B. Classification [36 marks]
The following figure shows the information in the dataset Classification .csv - it shows two different groups, plotted against two explanatory variables. This is simulated data - the groupings are determined by a (known, but not to you!) function of X1 and X2 with added noise/random error. The aim is to find a suitable method for classifying the 1000 datapoints into the two groups from a selection of possible approaches.
1. [4 marks] Summarise the two groups in terms of the variables X1 and X2 . Describe your findings. Considering the plot showing the observations and the numerical summaries, which of the following classification methods do you think are suitable for classifying this data and why?
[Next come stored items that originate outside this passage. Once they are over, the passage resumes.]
template <>
void IngestReactor<TrainerSide>::HandlePayloadLocked(const In& message, SessionTime arrival) {
  const v1::FeedbackMessage& f = message.feedback();
  const Limits& limits = service_->options().limits;
  if (f.client_sequence() == 0) {
    return Reject(0, absl::InvalidArgumentError("client_sequence starts at 1"));
  }
  if (!std::isfinite(f.value()) || std::fabs(f.value()) > limits.max_abs_value) {
    return Reject(f.client_sequence(),
                  absl::InvalidArgumentError(Cat("feedback value must be finite and within ±",
                                                 limits.max_abs_value)));
  }
  if (f.event_source_ns() <= 0) {
    return Reject(f.client_sequence(), absl::InvalidArgumentError("event_source_ns must be > 0"));
  }
  if (f.input().size() > 64) {
    return Reject(f.client_sequence(), absl::InvalidArgumentError("input label over 64 bytes"));
  }
  auto [event, uncertainty] = MapLocked(f.event_source_ns());
  if (absl::Status s = CheckPlausibleLocked(event, uncertainty, arrival); !s.ok()) {
    return Reject(f.client_sequence(), s);
  }
  v1::Record r;
  r.set_written_session_ns(arrival.nanos());
  v1::Feedback* fb = r.mutable_feedback();
  fb->set_client_id(client_.client_id());
  fb->set_client_sequence(f.client_sequence());
  fb->set_trainer(principal_.subject);
  fb->set_value(f.value());
  fb->set_event_source_ns(f.event_source_ns());
  fb->set_arrival_session_ns(arrival.nanos());
  fb->set_event_session_ns(event.nanos());
  fb->set_uncertainty_ns(uncertainty.nanos());
  fb->set_input(f.input());
  // Kept either way; a late one may find its steps already settled.
  fb->set_late(arrival - event > runtime_->allowed_lateness());
  AppendLocked(std::move(r));
}

template <>
void IngestReactor<AgentSide>::HandlePayloadLocked(const In& message, SessionTime arrival) {
  const v1::StepMessage& s = message.step();
  const Limits& limits = service_->options().limits;
  const uint64_t cseq = s.client_sequence();
  if (cseq == 0) return Reject(0, absl::InvalidArgumentError("client_sequence starts at 1"));
  if (s.start_agent_ns() <= 0) {
    return Reject(cseq, absl::InvalidArgumentError("start_agent_ns must be > 0"));
  }
  if (s.end_agent_ns() != 0) {
    if (s.end_agent_ns() <= s.start_agent_ns()) {
      return Reject(cseq, absl::InvalidArgumentError("a step must end after it starts"));
    }
    if (s.end_agent_ns() - s.start_agent_ns() > limits.max_step_length.nanos()) {
      return Reject(cseq, absl::InvalidArgumentError(
                              Cat("a step may last at most ", limits.max_step_length.seconds(), " s")));
    }
  }
  if (s.state().size() > limits.max_state_bytes) {
    return Reject(cseq, absl::InvalidArgumentError(Cat("state is ", s.state().size(),
                                                       " bytes; the limit is ",
                                                       limits.max_state_bytes)));
  }
  if (static_cast<uint32_t>(s.features_size()) > limits.max_features) {
    return Reject(cseq, absl::InvalidArgumentError(
                            Cat("at most ", limits.max_features, " features per step")));
  }
  for (float x : s.features()) {
    if (!std::isfinite(x)) {
      return Reject(cseq, absl::InvalidArgumentError("features must be finite"));
    }
  }
  if (s.action().size() > 128) {
    return Reject(cseq, absl::InvalidArgumentError("action name over 128 bytes"));
  }
  if (s.start_agent_ns() <= last_step_start_ns_) {
    return Reject(cseq, absl::InvalidArgumentError(
                            "a step must start after the previous step of this agent"));
  }
  auto [start, uncertainty] = MapLocked(s.start_agent_ns());
  if (s.start_agent_ns() == last_step_end_agent_ns_) {
    start = last_step_end_session_;  // the same instant maps to the same time
  }
  if (absl::Status st = CheckPlausibleLocked(start, uncertainty, arrival); !st.ok()) {
    return Reject(cseq, st);
  }
  last_step_start_ns_ = s.start_agent_ns();
  v1::Record r;
  r.set_written_session_ns(arrival.nanos());
  v1::Step* step = r.mutable_step();
  step->set_client_id(client_.client_id());
  step->set_client_sequence(cseq);
  step->set_agent(principal_.subject);
  step->set_step_id(s.step_id());
  step->set_episode(s.episode());
  step->set_start_agent_ns(s.start_agent_ns());
  step->set_end_agent_ns(s.end_agent_ns());
  step->set_start_session_ns(start.nanos());
  SessionTime last_known = start;
  if (s.end_agent_ns() != 0) {
    last_known = MapLocked(s.end_agent_ns()).first;
    step->set_end_session_ns(last_known.nanos());
    last_step_end_agent_ns_ = s.end_agent_ns();
    last_step_end_session_ = last_known;
  }
  step->set_late(arrival - last_known > runtime_->allowed_lateness());
  step->set_arrival_session_ns(arrival.nanos());
  step->set_uncertainty_ns(uncertainty.nanos());
  step->set_action(s.action());
  step->set_state(s.state());
  *step->mutable_features() = s.features();
  AppendLocked(std::move(r));
}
a. Linear discriminant analysis.
b. Quadratic discriminant analysis.
c. K-nearest neighbour regression.
d. Support vector machines.
e. Random forests.
2. [1 marks] Select 80% of the data to act as a training set, with the remaining 20% for testing/evaluation.
3. [26 marks] Choose four of the methods listed in Question 1 that might be suitable to classify the data. Perform classification using these methods. In each case, briefly describe how the classification method works, present the results of an evaluation of the method (highlighting different aspects of the model performance) and describe your findings. Where appropriate optimise the (hyper)parameters of the method.
4. [2 marks] Compare the results from your chosen four approaches and select what you think is the best method for classification in this case, explaining your reasoning.
5. [3 marks] The file ClassificationTrue .csv contains the true classifications, based on the function of X1 and X2 without the noise. Evaluate how your 4 chosen methods from Questions 3 compare to the truth (in each case use the previously selected optimal value of the parameters). Does your choice from Question 4 still perform best in this case?